We’ll address two approaches to get the symmetric difference from our two immutable set examples.

The expected result is:

``Set<String> expectedDiff = Set.of("Python", "C++", "Ruby", "C#");``

Next, let’s see how to solve the problem.

### 4.1.使用HashMap。

One idea to solve the problem is first creating a Map<T, Integer> object.

Then, we iterate through the two given sets and put each element to the map as the key. If the key exists in the map, it means this is a common element in both sets. We set a special number as the value – for example, Integer.MAX_VALUE. Otherwise, we put the element and the value 1 as a new entry in the map.

Finally, we find out the keys whose value is 1 in the map, and these keys are the symmetric difference between two given sets.

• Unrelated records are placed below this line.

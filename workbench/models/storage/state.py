"""The stored state: which storage model a fuel takes, and the fuel as it sits in the tank."""

from __future__ import annotations

import math
from dataclasses import dataclass
from typing import Any

from workbench.core.constants import P_STANDARD, T_STANDARD, ZERO_CELSIUS
from workbench.core.errors import InputError
from workbench.core.fuels import STORAGE_KINDS, Fuel, StorageSpec, load_fuel
from workbench.models.combustion import fuel_sheet
from workbench.models.storage.compressed import DEFAULT_COMPRESSED_PRESSURE, _check_compressed, _gas
from workbench.models.storage.fluids import _celsius, _critical_temperature, _mixture
from workbench.models.storage.liquids import liquid_density
from workbench.models.storage.saturation import (
    _check_saturation_temperature,
    _saturated,
    bubble_temperature,
)

#: Tank pressure of a cryogenic liquid [Pa]: typical value, example (vehicle LNG tanks hold the
#: liquid near saturation at a few bar absolute).
DEFAULT_CRYOGENIC_PRESSURE = 4e5


def storage_spec(fuel: Fuel | str) -> StorageSpec:
    """How a fuel is stored: its declared ``[storage]``, or one inferred for a blend.

    Parameters
    ----------
    fuel : Fuel or str
        The fuel.

    Returns
    -------
    StorageSpec
        The declared one; otherwise liquid for a liquid fuel, liquefied for a gas whose
        critical temperature is above 15 °C, compressed at :data:`DEFAULT_COMPRESSED_PRESSURE`
        for other gases.
    """
    fuel = load_fuel(fuel)
    if fuel.storage is not None:
        return fuel.storage
    if not fuel.is_gas:
        return StorageSpec("liquid", source="inferred: liquid fuel")
    if _critical_temperature(_mixture(fuel)) > T_STANDARD:
        return StorageSpec("liquefied", source="inferred: critical temperature above 15 °C")
    return StorageSpec("compressed", pressure=DEFAULT_COMPRESSED_PRESSURE,
                       source="inferred: critical temperature below 15 °C")


@dataclass(frozen=True)
class StoredState:
    """A fuel as it sits in the tank.

    Attributes
    ----------
    fuel : Fuel
        The fuel.
    kind : {"liquid", "liquefied", "compressed", "cryogenic"}
        Storage model.
    temperature : float
        Fuel temperature [K].
    pressure : float
        Absolute tank pressure [Pa]: ambient for a liquid, the vapour pressure for a
        liquefied or cryogenic fuel, the storage pressure for a compressed gas.
    density : float
        Density of the stored fuel [kg/m3].
    vapour_pressure : float
        Bubble-point pressure [Pa]; NaN unless liquefied or cryogenic.
    compressibility_factor : float
        Z [-]; NaN unless compressed.
    lhv_mass : float
        Lower heating value [J/kg] (:func:`workbench.models.combustion.fuel_sheet`).
    method : str
        Property model used (CoolProp HEOS, a named fallback, or the volume correction).
    """

    fuel: Fuel
    kind: str
    temperature: float
    pressure: float
    density: float
    vapour_pressure: float
    compressibility_factor: float
    lhv_mass: float
    method: str

    @property
    def energy_density_mass(self) -> float:
        """Energy of the stored fuel per unit mass, LHV [J/kg]."""
        return self.lhv_mass

    @property
    def energy_density_volume(self) -> float:
        """Energy of the stored fuel per unit volume, LHV [J/m3]."""
        return self.lhv_mass * self.density


def stored_state(
    fuel: Fuel | str,
    *,
    kind: str | None = None,
    temperature: float | None = None,
    pressure: float | None = None,
) -> StoredState:
    """The state of a fuel in its tank.

    Parameters
    ----------
    fuel : Fuel or str
        The fuel.
    kind : {"liquid", "liquefied", "compressed", "cryogenic"}, optional
        Storage model; the fuel's (:func:`storage_spec`) by default.
    temperature : float, optional
        Fuel temperature [K]; the declared storage temperature (15 °C unless declared) by
        default. Not accepted for a cryogenic liquid, whose temperature is its boiling point.
    pressure : float, optional
        Absolute pressure [Pa] of a compressed gas (declared, or
        :data:`DEFAULT_COMPRESSED_PRESSURE`) or a cryogenic tank
        (:data:`DEFAULT_CRYOGENIC_PRESSURE`). Not accepted for liquid and liquefied storage,
        whose pressure follows from the temperature.

    Returns
    -------
    StoredState

    Raises
    ------
    InputError
        A kind the fuel cannot have (compressed diesel, liquefied methane at 15 °C, ...), a
        non-positive pressure, or a temperature outside the model's range.
    """
    fuel = load_fuel(fuel)
    spec = storage_spec(fuel)
    kind = spec.kind if kind is None else kind
    if kind not in STORAGE_KINDS:
        raise InputError("kind", f"must be one of {', '.join(STORAGE_KINDS)}, got {kind!r}")
    if fuel.is_gas == (kind == "liquid"):
        allowed = "liquefied, compressed or cryogenic" if fuel.is_gas else "liquid"
        raise InputError("kind", f"{fuel.id} cannot be stored {kind}; "
                         f"{'a gas' if fuel.is_gas else 'a liquid fuel'} is stored {allowed}")
    if pressure is not None and kind in ("liquid", "liquefied"):
        raise InputError("pressure", f"a {kind} fuel's pressure follows from its temperature; "
                         "set the temperature instead")
    if temperature is not None and kind == "cryogenic":
        raise InputError("temperature", "a cryogenic liquid sits at its boiling point for the "
                         "tank pressure; set the pressure instead")
    t = spec.temperature if temperature is None else float(temperature)
    if not math.isfinite(t) or t <= 0:
        raise InputError("temperature", f"must be above absolute zero, got {_celsius(t, 'g')}")
    lhv = fuel_sheet(fuel).lhv_mass
    nan = math.nan
    if kind == "liquid":
        rho = liquid_density(fuel, t)
        return StoredState(fuel, kind, t, P_STANDARD, rho, nan, nan, lhv,
                           "declared density, ASTM D1250-80 volume correction")
    mix = _mixture(fuel)
    if kind == "liquefied":
        _check_saturation_temperature(mix, fuel, t)
        sat = _saturated(mix, t)
        return StoredState(fuel, kind, t, sat.pressure, sat.density, sat.pressure, nan, lhv,
                           sat.method)
    if kind == "compressed":
        p = float(pressure) if pressure is not None \
            else spec.pressure or DEFAULT_COMPRESSED_PRESSURE
        _check_compressed(mix, fuel, t, p)
        gas = _gas(mix, t, p)
        return StoredState(fuel, kind, t, p, gas.density, nan, gas.compressibility_factor,
                           lhv, gas.method)
    if _critical_temperature(mix) > T_STANDARD:
        raise InputError("kind", f"{fuel.id} liquefies under pressure at ambient temperature; "
                         "store it liquefied, not cryogenic")
    p = DEFAULT_CRYOGENIC_PRESSURE if pressure is None else float(pressure)
    t_boil = bubble_temperature(fuel, p)
    sat = _saturated(mix, t_boil)
    return StoredState(fuel, kind, t_boil, p, sat.density, sat.pressure, nan, lhv, sat.method)



def storage_summary(fuel: Fuel | str) -> dict[str, Any]:
    """Storage figures for a fuel sheet: declared storage at 15 °C.

    Parameters
    ----------
    fuel : Fuel or str
        The fuel.

    Returns
    -------
    dict
        ``storage_kind``, ``pressure_bar`` (absolute), ``density_kg_per_l``,
        ``energy_density_mj_per_kg`` and ``energy_density_mj_per_l`` (LHV of the fuel as
        stored); for a liquefied fuel also ``vapour_pressure_bar``, for a compressed gas
        ``compressibility_factor``.
    """
    fuel = load_fuel(fuel)
    kind = storage_spec(fuel).kind
    state = stored_state(fuel, temperature=None if kind == "cryogenic" else T_STANDARD)
    return state_summary(state)


def state_summary(state: StoredState) -> dict[str, Any]:
    """A stored state in interface units (bar, kg/L, MJ), as ``storage_summary`` gives it.

    Parameters
    ----------
    state : StoredState
        The stored fuel.

    Returns
    -------
    dict
        See :func:`storage_summary`; ``temperature_c`` [°C] is added.
    """
    out: dict[str, Any] = {
        "storage_kind": state.kind,
        "temperature_c": state.temperature - ZERO_CELSIUS,
        "pressure_bar": state.pressure / 1e5,
        "density_kg_per_l": state.density / 1e3,
        "energy_density_mj_per_kg": state.energy_density_mass / 1e6,
        "energy_density_mj_per_l": state.energy_density_volume / 1e9,
    }
    if state.kind in ("liquefied", "cryogenic"):
        out["vapour_pressure_bar"] = state.vapour_pressure / 1e5
    if state.kind == "compressed":
        out["compressibility_factor"] = state.compressibility_factor
    return out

Next, let’s implement the idea in Java:

``````public static <T> Set<T> findSymmetricDiff(Set<T> set1, Set<T> set2) {
Map<T, Integer> map = new HashMap<>();
set1.forEach(e -> putKey(map, e));
set2.forEach(e -> putKey(map, e));
return map.entrySet().stream()
.filter(e -> e.getValue() == 1)
.map(Map.Entry::getKey)
.collect(Collectors.toSet());
}

private static <T> void putKey(Map<T, Integer> map, T key) {
if (map.containsKey(key)) {
map.replace(key, Integer.MAX_VALUE);
} else {
map.put(key, 1);
}
}
``````

Now, let’s test our solution and see if it can give the expected result:

``````Set<String> actualDiff = SetDiff.findSymmetricDiff(immutableSet1, immutableSet2);
assertThat(actualDiff).isEqualTo(expectedDiff);
``````

The test passes if we run it. That is to say, our implementation works as expected.

### 4.2.使用Apache Commons库

We’ve already introduced the Apache Commons library when finding the asymmetric difference between two sets. Actually, the commons-collections4 library has a handy SetUtils.disjunction method to return the symmetric difference between two sets directly:

``````Set<String> actualDiff = SetUtils.disjunction(immutableSet1, immutableSet2);
assertThat(actualDiff).isEqualTo(expectedDiff);
``````

As the method above shows, unlike the CollectionUtils.removeAll method, the SetUtils.disjunction method returns a Set object. We don’t need to manually convert it to Set.

## 5.总结

In this article, we’ve explored how to find differences between two Set objects through examples. Further, we’ve discussed two variants of this problem: finding asymmetric differences and symmetric differences.

We’ve addressed solving the two variants using the standard Java API and widely used external libraries, such as Apache Commons-Collections and Guava.

As always, the source code used in this tutorial is available over on GitHub.